8. The method according to claim 7, characterized in that, If the comparison result indicates that the total loss value exceeds the preset total loss value, then the initial voltage amplitude and initial voltage phase angle of the corresponding node fed back by the feedforward neural network are again extracted using a learnable query vector from the local enhanced feature vector of the balanced node in the ternary heterogeneous graph with the goal of more accurately predicting voltage and phase angle, including: If the comparison result generated in the nth time indicates that the total loss value exceeds the preset total loss value, then the initial voltage amplitude and initial voltage phase angle of the corresponding node fed back by the feedforward neural network are used again as learnable query vectors to extract features in the local enhancement feature vector of the balanced node of the ternary heterogeneous graph with the goal of more accurately predicting voltage and phase angle, where n is a fixed integer.

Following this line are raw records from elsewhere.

import { CountPipe } from '../../../shared/words/count-words';
import { DecimalPipe } from '@angular/common';
import { ChangeDetectionStrategy, Component, computed, effect, inject, input, output, untracked } from '@angular/core';
import { toSignal } from '@angular/core/rxjs-interop';
import { NonNullableFormBuilder, ReactiveFormsModule, type FormControl } from '@angular/forms';
import { MatFormFieldModule } from '@angular/material/form-field';
import { MatIconModule } from '@angular/material/icon';
import { MatInputModule } from '@angular/material/input';
import { MatRadioModule } from '@angular/material/radio';
import { MatSelectModule } from '@angular/material/select';
import { distributionFamilies, type DistributionFamily, type Hypothesis } from '@tallyfit/engine';
import { totalOf } from '../data-step/data-choice';
import type { ParsedCounts } from '../data-step/pasted-counts';
import {
  buildHypothesis,
  FAMILY_NAMES,
  FAMILY_PARAMS,
  previewExpected,
  SHARE_SUM_TOLERANCE,
  sumOf,
  type HypothesisDraft,
  type HypothesisKind,
  type ParamName,
} from './hypothesis-draft';

/** Expected counts below this make the chi-square approximation doubtful (Cochran's rule; common practice). */
const SMALL_EXPECTED = 5;

/**
 * The second step: what the counts were expected to be. The expected counts the hypothesis
 * implies are computed by the engine in the browser and shown as the person types.
 */
@Component({
  selector: 'tf-hypothesis-step',
  imports: [
    CountPipe,
    DecimalPipe, ReactiveFormsModule, MatFormFieldModule, MatIconModule, MatInputModule, MatRadioModule, MatSelectModule],
  templateUrl: './hypothesis-step.html',
  styleUrl: './hypothesis-step.scss',
  changeDetection: ChangeDetectionStrategy.OnPush,
})
export class HypothesisStep {
  private readonly fb = inject(NonNullableFormBuilder);

  readonly observed = input<ParsedCounts | null>(null);
  readonly hypothesisChange = output<Hypothesis | null>();

  protected readonly families = distributionFamilies;
  protected readonly familyNames = FAMILY_NAMES;
  protected readonly familyParams = FAMILY_PARAMS;
  protected readonly smallExpected = SMALL_EXPECTED;
  protected readonly kinds: { value: HypothesisKind; label: string }[] = [
    { value: 'equal', label: 'Every category equally likely' },
    { value: 'proportions', label: 'A share for each category' },
    { value: 'ratio', label: 'A ratio, such as 9:3:3:1' },
    { value: 'counts', label: 'An expected count for each category' },
    { value: 'distribution', label: 'A distribution fitted to the counts' },
  ];

  protected readonly form = this.fb.group({
    kind: this.fb.control<HypothesisKind>('equal'),
    values: this.fb.array<FormControl<number | null>>([]),
    ratio: this.fb.control(''),
    family: this.fb.control<DistributionFamily>('poisson'),
    params: this.fb.group({
      lambda: this.fb.control<number | null>(null),
      p: this.fb.control<number | null>(null),
      trials: this.fb.control<number | null>(null),
      mean: this.fb.control<number | null>(null),
      sd: this.fb.control<number | null>(null),
      min: this.fb.control<number | null>(null),
      max: this.fb.control<number | null>(null),
    }),
    breaks: this.fb.control(''),
  });

  protected readonly draft = toSignal(this.form.valueChanges, { initialValue: this.form.getRawValue() });
  protected readonly kind = computed(() => this.draft().kind ?? 'equal');
  protected readonly labels = computed(() => this.observed()?.labels ?? []);
  protected readonly n = computed(() => totalOf(this.observed()?.counts ?? []));
  protected readonly valuesSum = computed(() => sumOf(this.draft().values ?? []));
  protected readonly sumState = computed(() => {
    const kind = this.kind();
    const total = this.valuesSum();
    const target = kind === 'proportions' ? 1 : this.n();
    const gap = Math.abs(total - target);
    if (gap <= 1e-6 * Math.max(1, target)) return 'exact';
    return gap <= SHARE_SUM_TOLERANCE * Math.max(1, target) ? 'rounded' : 'off';
  });

  protected readonly outcome = computed(() => {
    this.draft();
    const observed = this.observed();
    if (!observed) return null;
    return buildHypothesis(this.form.getRawValue() as HypothesisDraft, observed.labels.length, this.n());
  });
  protected readonly preview = computed(() => {
    // re-read on every change of the form
    this.draft();
    const observed = this.observed();
    const outcome = this.outcome();
    return observed && outcome?.ok ? previewExpected(observed, outcome.hypothesis) : null;
  });
  protected readonly smallCells = computed(() => {
    const preview = this.preview();
    return preview?.ok ? preview.rows.filter((row) => row.expected < SMALL_EXPECTED).length : 0;
  });

  constructor() {
    // One value field per category, kept in step with the data.
    effect(() => {
      const k = this.labels().length;
      untracked(() => {
        const values = this.form.controls.values;
        while (values.length < k) values.push(this.fb.control<number | null>(null));
        while (values.length > k) values.removeAt(values.length - 1);
      });
    });
    effect(() => {
      const outcome = this.outcome();
      const preview = this.preview();
      this.hypothesisChange.emit(outcome?.ok && preview?.ok ? outcome.hypothesis : null);
    });
  }

  protected paramControl(name: ParamName): FormControl<number | null> {
    return this.form.controls.params.controls[name];
  }

  /** Fill the values with equal shares (or counts) as a starting point. */
  protected fillEvenly(): void {
    const k = this.labels().length;
    if (k === 0) return;
    const each = this.kind() === 'proportions' ? Number((1 / k).toFixed(4)) : Number((this.n() / k).toFixed(2));
    this.form.controls.values.setValue(Array.from({ length: k }, () => each));
  }
}
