import { DecimalPipe } from '@angular/common';
import { ChangeDetectionStrategy, Component, computed, ElementRef, inject, input, signal } from '@angular/core';
import type { SegmentsResult } from '@tallyfit/engine';
import { NgxEchartsDirective, provideEchartsCore } from 'ngx-echarts';
import type { SvgChart } from '../../shared/charts/chart-export';
import { ChartSaveButtons } from '../../shared/charts/chart-save-buttons';
import { themeColours } from '../../shared/charts/theme-colours';
import { MAX_PANELS, segmentChartHeight, segmentChartOptions } from './segment-chart-options';

const TEST_NAMES: Record<string, string> = { pearson: 'X²', g: 'G', 'cressie-read': 'CR', exact: 'exact' };

/** The segments of an analysis: the write-up paragraph, the ranked table and the small multiples. */
@Component({
  selector: 'tf-segments-panel',
  imports: [ChartSaveButtons, DecimalPipe, NgxEchartsDirective],
  providers: [provideEchartsCore({ echarts: () => import('../../shared/charts/echarts-parts').then((m) => m.echarts) })],
  templateUrl: './segments-panel.html',
  styleUrl: './segments-panel.scss',
  changeDetection: ChangeDetectionStrategy.OnPush,
})
export class SegmentsPanel {
  private readonly host = inject<ElementRef<HTMLElement>>(ElementRef);
  readonly segments = input.required<SegmentsResult>();
  readonly column = input.required<string>();
  readonly fileName = input('analysis');

  private readonly colours = themeColours(this.host.nativeElement);
  protected readonly background = this.colours.surface;
  protected readonly maxPanels = MAX_PANELS;
  protected readonly adjustName = computed(() => (this.segments().adjust === 'holm' ? 'Holm' : 'Benjamini–Hochberg'));
  protected readonly chartOptions = computed(() => segmentChartOptions(this.segments().rows, this.colours));
  protected readonly chartHeight = computed(() => segmentChartHeight(this.segments().rows));
  protected readonly chart = signal<SvgChart | null>(null);

  protected testName(key: string | undefined): string {
    return key ? (TEST_NAMES[key] ?? key) : '—';
  }

  protected drivers(row: SegmentsResult['rows'][number]): string {
    return row.drivers.map((driver) => `${driver.direction} “${driver.label}”`).join(', ');
  }
}
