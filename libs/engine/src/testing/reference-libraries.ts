/**
 * General-purpose reference libraries used only in tests (devDependencies): jstat and
 * @stdlib/stats-base-dists-chisquare. jstat ships no type declarations, so the parts we use are
 * typed here.
 */
import { cdf as stdlibChiSquareCdfImpl, quantile as stdlibChiSquareQuantileImpl } from '@stdlib/stats-base-dists-chisquare';

interface JStat {
  gammaln(x: number): number;
  lowRegGamma(a: number, x: number): number;
  chisquare: { cdf(x: number, df: number): number; inv(p: number, df: number): number };
  normal: { cdf(x: number, mean: number, sd: number): number; inv(p: number, mean: number, sd: number): number };
  binomial: { pdf(k: number, n: number, p: number): number; cdf(k: number, n: number, p: number): number };
  poisson: { pdf(k: number, lambda: number): number; cdf(k: number, lambda: number): number };
}

export const jStat: JStat = require('jstat').jStat ?? require('jstat');

export const stdlibChiSquareCdf: (x: number, df: number) => number = stdlibChiSquareCdfImpl;
export const stdlibChiSquareQuantile: (p: number, df: number) => number = stdlibChiSquareQuantileImpl;
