import { analyze } from '@tallyfit/engine';
import { headlineFor } from './headline';

describe('headline when the test does not reject', () => {
  // 12 counts 3, 1, 0, 6, 2 against five equal shares: X² = 8.83 (E = 2.4 each, hand arithmetic),
  // w = √(X²/12) = 0.858 — large by Cohen's (1988) words — yet the test does not reject. The power
  // of Pearson's test for w = 0.858, 4 df, N = 12 at alpha 0.05 is 0.654 (SciPy 1.17.1:
  // ncx2.sf(chi2.isf(0.05, 4), 4, 12 × 0.858²)), below the conventional 0.80 (Cohen 1988, §2.4).
  const sparse = analyze({ observed: { labels: ['a', 'b', 'c', 'd', 'e'], counts: [3, 1, 0, 6, 2] }, hypothesis: { kind: 'equal' } });
  const headline = headlineFor(sparse);

  it('says the data could not detect a difference, with no reassuring sentence', () => {
    expect(sparse.conclusion.significant).toBe(false);
    expect(headline.decision).toBe('These data could not detect a difference from what was expected.');
    for (const text of [headline.decision, headline.evidence, headline.size]) {
      expect(text).not.toMatch(/consistent with/i);
    }
  });

  it('says the check had too few observations, with the achieved power for the estimated w', () => {
    expect(headline.size).toBe(
      'The check had too few observations: the estimated departure is large (w = 0.86), but with N = 12 a departure that large would be detected only 65% of the time at alpha 0.05.',
    );
  });
});
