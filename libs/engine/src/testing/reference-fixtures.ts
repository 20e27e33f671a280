/**
 * Reference values computed outside the engine by tools/fixtures/engine-reference.py (mpmath and
 * SciPy; the versions and the date are in each file's `meta`). The tests read them; `npm test`
 * never regenerates them. Test helper only.
 */
import { readFileSync } from 'node:fs';
import { join } from 'node:path';

export interface FixtureMeta {
  description: string;
  generatedBy: string;
  generatedOn: string;
  python: string;
  scipy: string;
  mpmath: string;
}

export interface TailRow {
  x: number;
  df: number;
  upper: number;
  logUpper: number;
  lower: number;
  logLower: number;
}

export interface ChiSquareFixture {
  tails: TailRow[];
  quantiles: { df: number; alpha: number; criticalValue: number; lowerQuantile?: number }[];
}

export interface NoncentralFixture {
  cases: { x: number; df: number; lambda: number; upper: number; lower: number }[];
}

export interface PowerFixture {
  power: { w: number; df: number; n: number; alpha: number; criticalValue: number; ncp: number; power: number }[];
  sampleSize: { w: number; df: number; power: number; alpha: number; ncp: number; nContinuous: number; n: number; powerAtN: number }[];
}

export interface CohensWIntervalFixture {
  cases: { statistic: number; df: number; n: number; level: number; lambdaLow: number; lambdaHigh: number; wLow: number; wHigh: number }[];
}

export interface SpecialFunctionsFixture {
  logGamma: { x: number; logGamma: number }[];
  stirlingError: { x: number; stirlingError: number }[];
  incompleteGamma: { a: number; x: number; lower: number; upper: number; logLower: number; logUpper: number }[];
  poisson: { k: number; lambda: number; logDensity: number; deviance: number }[];
}

export interface StatisticsFixture {
  cases: {
    name: string;
    counts: number[];
    expected: number[];
    pearson: number;
    g: number;
    cressieRead: { lambda: number; statistic: number }[];
  }[];
}

export interface BinomialTestFixture {
  cases: { x: number; n: number; share: number; p: number; logP: number }[];
}

export type Ordering = 'probability' | 'llr' | 'pearson';

export interface ExactMultinomialFixture {
  cases: ({ counts: number[]; weights: number[] } & Record<Ordering, { p: number; logP: number }>)[];
}

export interface IntervalsFixture {
  coverage: { counts: number[]; c: number; edgeworth: number; exact?: number }[];
  edgeworthError: number;
  sisonGlaz: { counts: number[]; level: number; c: number; gamma: number; intervals: { low: number; high: number }[] }[];
  wilson: { x: number; n: number; level: number; low: number; high: number }[];
}

export interface BinnedNormalFixture {
  cases: { counts: number[]; breaks: number[]; mean: number; sd: number; logLikelihood: number; shares: number[] }[];
}

export interface AnalysesFixture {
  cases: {
    name: string;
    counts: number[];
    shares: number[];
    df: number;
    pearson: { statistic: number; p: number };
    g: { statistic: number; p: number };
    w: number;
    wInterval: { level: number; low: number; high: number };
    categories: { expected: number; residual: number; adjustedResidual: number; p: number; pHolm: number }[];
  }[];
}

interface Fixtures {
  'chi-square': ChiSquareFixture;
  'noncentral-chi-square': NoncentralFixture;
  power: PowerFixture;
  'cohens-w-interval': CohensWIntervalFixture;
  'special-functions': SpecialFunctionsFixture;
  statistics: StatisticsFixture;
  'binomial-test': BinomialTestFixture;
  'exact-multinomial': ExactMultinomialFixture;
  intervals: IntervalsFixture;
  'binned-normal': BinnedNormalFixture;
  analyses: AnalysesFixture;
}

/** The fixture file `fixtures/<name>.json`; throws when it does not say what produced it. */
export function readFixture<Name extends keyof Fixtures>(name: Name): Fixtures[Name] & { meta: FixtureMeta } {
  const fixture = JSON.parse(readFileSync(join(__dirname, 'fixtures', `${name}.json`), 'utf8'));
  const { meta } = fixture as { meta?: Partial<FixtureMeta> };
  if (!meta?.generatedBy || !meta.scipy || !meta.mpmath || !meta.python || !meta.generatedOn) {
    throw new Error(`fixtures/${name}.json does not record the script, versions and date that produced it`);
  }
  return fixture;
}

/** The one row of `rows` matching `key`, so that a fixture regenerated without it fails loudly. */
export function rowWhere<Row>(rows: readonly Row[], key: Partial<Row>): Row {
  const matches = rows.filter((row) => Object.entries(key).every(([field, value]) => JSON.stringify(row[field as keyof Row]) === JSON.stringify(value)));
  if (matches.length !== 1) throw new Error(`expected one fixture row with ${JSON.stringify(key)}, found ${matches.length}`);
  return matches[0];
}
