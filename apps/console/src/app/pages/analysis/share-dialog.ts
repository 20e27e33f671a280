import { ChangeDetectionStrategy, Component, computed, inject, signal } from '@angular/core';
import { FormsModule } from '@angular/forms';
import { MatButtonModule } from '@angular/material/button';
import { MAT_DIALOG_DATA, MatDialogModule, MatDialogRef } from '@angular/material/dialog';
import { MatFormFieldModule } from '@angular/material/form-field';
import { MatInputModule } from '@angular/material/input';
import { MatProgressBarModule } from '@angular/material/progress-bar';
import { apiErrorMessage } from '../../core/api/api-error-message';
import { SharesApi } from '../../core/api/shares-api';
import { readAddresses } from './share-addresses';

export interface ShareDialogData {
  analysisId: number;
  title: string;
}

/** Send the analysis's report to people by e-mail. Closes with the addresses it was sent to. */
@Component({
  selector: 'tf-share-dialog',
  imports: [FormsModule, MatButtonModule, MatDialogModule, MatFormFieldModule, MatInputModule, MatProgressBarModule],
  templateUrl: './share-dialog.html',
  changeDetection: ChangeDetectionStrategy.OnPush,
  styles: `
    .field {
      width: 100%;
      margin-bottom: 12px;
    }
    .problem {
      color: var(--mat-sys-error);
    }
  `,
})
export class ShareDialog {
  private readonly api = inject(SharesApi);
  private readonly dialogRef = inject<MatDialogRef<ShareDialog, string[]>>(MatDialogRef);
  protected readonly data = inject<ShareDialogData>(MAT_DIALOG_DATA);

  protected readonly to = signal('');
  protected readonly message = signal('');
  protected readonly touched = signal(false);
  protected readonly sending = signal(false);
  protected readonly problem = signal<string | null>(null);
  protected readonly addresses = computed(() => readAddresses(this.to()));

  protected send(): void {
    this.touched.set(true);
    const addresses = this.addresses();
    if (!addresses.ok || this.sending()) return;
    this.sending.set(true);
    this.problem.set(null);
    const message = this.message().trim();
    this.api.share(this.data.analysisId, { to: addresses.addresses, ...(message ? { message } : {}) }).subscribe({
      next: () => this.dialogRef.close(addresses.addresses),
      error: (error: unknown) => {
        this.sending.set(false);
        this.problem.set(apiErrorMessage(error));
      },
    });
  }
}
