import { analyze, analysisSpecSchema, type AnalysisSpec } from '@tallyfit/engine';
import { mergedRun, withExactTest } from './category-merge';

describe('mergedRun', () => {
  const spec: AnalysisSpec = {
    observed: { labels: ['none', 'one', 'two', 'three', 'four'], counts: [40, 30, 20, 3, 1] },
    hypothesis: { kind: 'ratio', values: [8, 6, 4, 1, 1] },
  };
  const result = analyze(spec);

  it('sums the counts and the ratio terms of each merged group', () => {
    const { spec: merged, lines } = mergedRun(spec, { groups: [{ label: 'three or more', members: ['three', 'four'] }] });
    expect(merged.observed).toEqual({ labels: ['none', 'one', 'two', 'three or more'], counts: [40, 30, 20, 4] });
    // 8:6:4:1:1 with the last two merged is 8:6:4:2 (arithmetic).
    expect(merged.hypothesis).toEqual({ kind: 'ratio', values: [8, 6, 4, 2] });
    expect(lines).toEqual(['“three”, “four” → “three or more”']);
    expect(merged.mergedCategories).toEqual([{ label: 'three or more', members: ['three', 'four'] }]);
    expect(merged.notes?.[0]).toContain('"three", "four" into "three or more"');
  });

  it('gives a spec the engine accepts, with one degree of freedom fewer', () => {
    const { spec: merged } = mergedRun(spec, { groups: [{ label: 'three or more', members: ['three', 'four'] }] });
    expect(analysisSpecSchema.safeParse(merged).success).toBe(true);
    expect(analyze(merged).df).toBe(result.df - 1);
  });

  it('keeps a fitted family’s estimated parameters counted against the degrees of freedom', () => {
    const fitted: AnalysisSpec = {
      observed: { labels: ['0', '1', '2', '3', '4'], counts: [30, 35, 20, 8, 2] },
      hypothesis: { kind: 'distribution', family: 'poisson' },
    };
    const fittedResult = analyze(fitted);
    const last = fittedResult.categories.slice(-2).map((row) => row.label);
    const { spec: merged } = mergedRun(fitted, { groups: [{ label: 'tail', members: last }] });
    expect(merged.hypothesis).toMatchObject({ kind: 'proportions', estimatedParameters: 1 });
    expect(analyze(merged).df).toBe(fittedResult.df - 1);
  });

  it('refuses a plan that names a category the data does not have', () => {
    expect(() => mergedRun(spec, { groups: [{ label: 'x', members: ['three', 'five'] }] })).toThrow('there is no category "five"');
  });
});

describe('withExactTest', () => {
  it('adds the exact test to the default tests, once', () => {
    const spec: AnalysisSpec = { observed: { labels: ['a', 'b'], counts: [1, 2] }, hypothesis: { kind: 'equal' } };
    expect(withExactTest(spec).tests).toEqual(['pearson', 'g', 'exact']);
    expect(withExactTest({ ...spec, tests: ['exact'] }).tests).toEqual(['exact']);
  });
});
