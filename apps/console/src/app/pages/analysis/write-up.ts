import { Clipboard } from '@angular/cdk/clipboard';
import { ChangeDetectionStrategy, Component, inject, input, signal } from '@angular/core';
import { MatButtonModule } from '@angular/material/button';
import { MatIconModule } from '@angular/material/icon';
import { MarkdownComponent, provideMarkdown } from 'ngx-markdown';

/**
 * The engine's write-up (methods, results, table, cautions) rendered from its Markdown, with a
 * button that copies the Markdown. Loaded lazily with the markdown renderer.
 */
@Component({
  selector: 'tf-write-up',
  imports: [MatButtonModule, MatIconModule, MarkdownComponent],
  providers: [provideMarkdown()],
  templateUrl: './write-up.html',
  styleUrl: './write-up.scss',
  changeDetection: ChangeDetectionStrategy.OnPush,
})
export class WriteUp {
  private readonly clipboard = inject(Clipboard);
  readonly markdown = input.required<string>();
  /** the APA-style statistics line, offered for copying on its own */
  readonly line = input<string>('');
  protected readonly copied = signal<'all' | 'line' | null>(null);

  protected copy(what: 'all' | 'line'): void {
    const ok = this.clipboard.copy(what === 'all' ? this.markdown() : this.line());
    this.copied.set(ok ? what : null);
  }
}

9. The method according to any one of claims 1 to 6, characterized in that, After obtaining the voltage amplitude and voltage phase angle of each node in the current power grid, the method further includes: The voltage magnitude and voltage phase angle are converted into complex voltage vectors at each node; Based on the complex voltage vector and the node admittance matrix of the current power grid, the power flow distribution of each branch is calculated; Identify overloaded branches in the power flow distribution that exceed a preset safety threshold, and identify abnormal voltage nodes in the voltage amplitude that deviate from a preset safety range; A power grid safety status alarm message containing the overloaded branch and the abnormal voltage node is generated, and the power grid safety status alarm message is output to the power system dispatch and control interface to instruct real-time regulation of the current power grid.

10. A power system state detection device based on learnable query vectors, characterized in that, The device includes: The acquisition module is used to acquire the current power grid topology, different types of parameters of different nodes, and edge parameters. The different types of parameters of different nodes include generator node parameters, load node parameters, and slack node parameters. The generation module is used to inject the generator node parameters, load node parameters, slack node parameters, and edge parameters into the nodes and edges of the topology, respectively, to obtain the ternary heterogeneous graph of the current power grid. The enhancement module is used to extract the feature vectors of each node, the connecting edge of each node, and the connecting node of the connecting edge in the ternary heterogeneous graph using a graph convolutional network, and to use the extracted feature vectors as the local enhancement feature vectors of the corresponding nodes in the ternary heterogeneous graph. The global module is used to extract features from the local enhanced feature vectors of each generator node and each load node in the ternary heterogeneous graph with the goal of more accurately predicting voltage and phase angle using learnable query vectors, and obtain the global enhanced feature vectors of each generator node and each load node. The calculation module is used to input the global enhancement feature vector of each generator node and each load node in the ternary heterogeneous diagram, and the local enhancement feature vector of the balancing node into the feedforward neural network to obtain the voltage amplitude and voltage phase angle of each node in the current power grid.

11. A computer device, comprising a memory, a processor, and a computer program stored in the memory, characterized in that, The processor executes the computer program to implement the steps of the method according to any one of claims 1 to 9.

12. A computer-readable storage medium having a computer program stored thereon, characterized in that, When the computer program is executed by a processor, it implements the steps of the method according to any one of claims 1 to 9.

13. A computer program product, comprising a computer program, characterized in that, When the computer program is executed by a processor, it implements the steps of the method according to any one of claims 1 to 9.